Er habe „immer die richtigen und ausgetüftelten Konzepte“ gehabt, sagte Geschäftsführer Hans-Joachim Iken über Wehlend zu dessen Abschied bei osnatel. Ähnlich äußerte sich der VfL-Präsident zur Vertragsverlängerung mit ihm im September 2018. Er habe die nötigen Grundlagen geschaffen, um in die Erfolgsspur zurückzufinden. „Eine neue strategische Ausrichtung und Strukturen, die auf langfristig sportlichen und dadurch möglichen wirtschaftlichen Erfolg einzahlen“, sagte Manfred Hülsmann.

Wehlend hatte die kurz vor seinem Amtsantritt beschlossene Ausgliederung der Profi-Abteilung umgesetzt und einen für den Verein überlebenswichtigen Schuldenschnitt erreicht. Dynamo hatte die Trennung von Born unter anderem mit einer „strategischen Neuausrichtung“ begründet. „Veränderungen bieten auch im Fußballgeschäft immer die Möglichkeit, Prozesse und Abläufe für die Zukunft neu zu gestalten und zu optimieren“, erklärte Heinig in einer Pressemitteilung.

Gute Kontakte zu Ralf Minge gepflegt

Mit Wehlend, der 2011 in der Schweiz einen Studiengang für Top-Führungskräfte mit dem „Master of Management“ abschloss, käme einer zu dem Verein zurück, bei dem er einst selbst als Fan im Stadion war. Die Verbindung in die Heimat ist nie abgerissen, seine Mutter lebt nach wie vor hier. Außerdem soll er gute Kontakte zu Ralf Minge gepflegt und sich speziell für die Planung und Realisierung von Dynamos neuem Trainingszentrum interessiert haben.
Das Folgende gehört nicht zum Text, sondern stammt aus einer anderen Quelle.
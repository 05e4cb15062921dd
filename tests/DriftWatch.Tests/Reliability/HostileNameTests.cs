using DriftWatch.Charts;
using DriftWatch.Cli;
using DriftWatch.Tests.Support;
using Xunit;

namespace DriftWatch.Tests.Reliability;

/// <summary>
/// Hostile run names on the command line and in file names: a name starting with '@' is a name, not a response file;
/// chart and report files keep the letters of any script and replace only what is unsafe in a file name.
/// </summary>
public sealed class HostileNameTests
{
    [Fact]
    public void ARunNameStartingWithAnAtSignIsARunNameNotAResponseFile()
    {
        using var temp = new TempFolder();
        string store = temp.File("s.litedb");
        new StoreBuilder().WithRun("@SUM(1+1)").WithEpochs(2).Build(store);

        var (code, output, error) = SampleStore.Cli("check", "@SUM(1+1)", "--store", store);

        Assert.True(code == ExitCodes.Fine, error);
        Assert.Contains("epoch 2", output);
    }

    [Theory]
    [InlineData("Überprüfung-nacht", "Überprüfung-nacht")]
    [InlineData("温室-7", "温室-7")]
    [InlineData("théâtre_été", "théâtre_été")]
    [InlineData("नमस्ते", "नमस्ते")]
    public void ChartFileNamesKeepLettersOfAnyScript(string run, string kept)
    {
        string name = ChartFiles.FileName(run, "trend", "integrated-gradients");

        Assert.Equal($"{kept}-trend-integrated-gradients.png", name);
    }

    [Theory]
    [InlineData("a/b", "a_b_")]
    [InlineData("Nacht: 温室/7", "Nacht__温室_7_")]
    [InlineData("..\\up", "_._up_")]
    [InlineData("tab\there", "tab_here_")]
    public void ChartFileNamesReplaceOnlyCharactersUnsafeInFileNames(string run, string start)
    {
        string name = ChartFiles.SafePart(run);

        Assert.StartsWith(start, name);
        Assert.Matches("_[0-9a-f]{8}$", name); // a changed name carries a hash of the original, so two runs never share a file
        Assert.DoesNotContain('/', name);
        Assert.DoesNotContain('\\', name);
    }

    [Fact]
    public void AChartFileNamePartStaysShortInBytesForNamesOfAnyScript()
    {
        string name = ChartFiles.FileName(new string('温', 200), new string('é', 200), "integrated-gradients");

        Assert.True(System.Text.Encoding.UTF8.GetByteCount(name) <= 255, $"{System.Text.Encoding.UTF8.GetByteCount(name)} bytes: too long for a file name");
    }
}
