namespace DriftWatch.Tests.Reliability;

/// <summary>
/// Runs pending finalizers now. A failure inside LiteDB can leave an object whose finalizer throws, which ends the
/// whole process at some later garbage collection; the tests that provoke failures call this, so such a crash shows in
/// the test that caused it, not at random in another.
/// </summary>
internal static class Finalizers
{
    public static void RunNow()
    {
        for (int i = 0; i < 3; i++)
        {
            GC.Collect();
            GC.WaitForPendingFinalizers();
        }
    }
}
Laut NOZ war er bei der Eröffnung mit Vertretern der Stadt in Dresden.

In Osnabrück ist das Stadion ein Problemfall, die Ausnahmeregelung für den Zweitligisten wurde gerade um ein weiteres Jahr bis 2021 verlängert. „Das heißt aber nicht, dass wir uns in Sachen Stadion und Trainingszentrum zurücklehnen dürfen“, sagte Wehlend dazu. Zudem hatte er der NOZ bestätigt, dass der Klub auch wegen der Folgen der Corona-Krise einen neuen Kredit in einstelliger Millionenhöhe aufnehmen müsse. Die Lage sei sehr ernst.

Bei Dynamo müsste Wehlend – oder ein anderer – unter anderem das Betriebsklima in der Geschäftsstelle verbessern, effiziente Arbeitsstrukturen schaffen und einen neuen Vertrag für die Nutzung des Stadions aushandeln. Außerdem braucht auch Dynamo ein Konzept, wie die Einnahmeverluste nach dem Abstieg und wegen der Corona-Krise aufzufangen sind. Born war das nicht mehr zugetraut worden.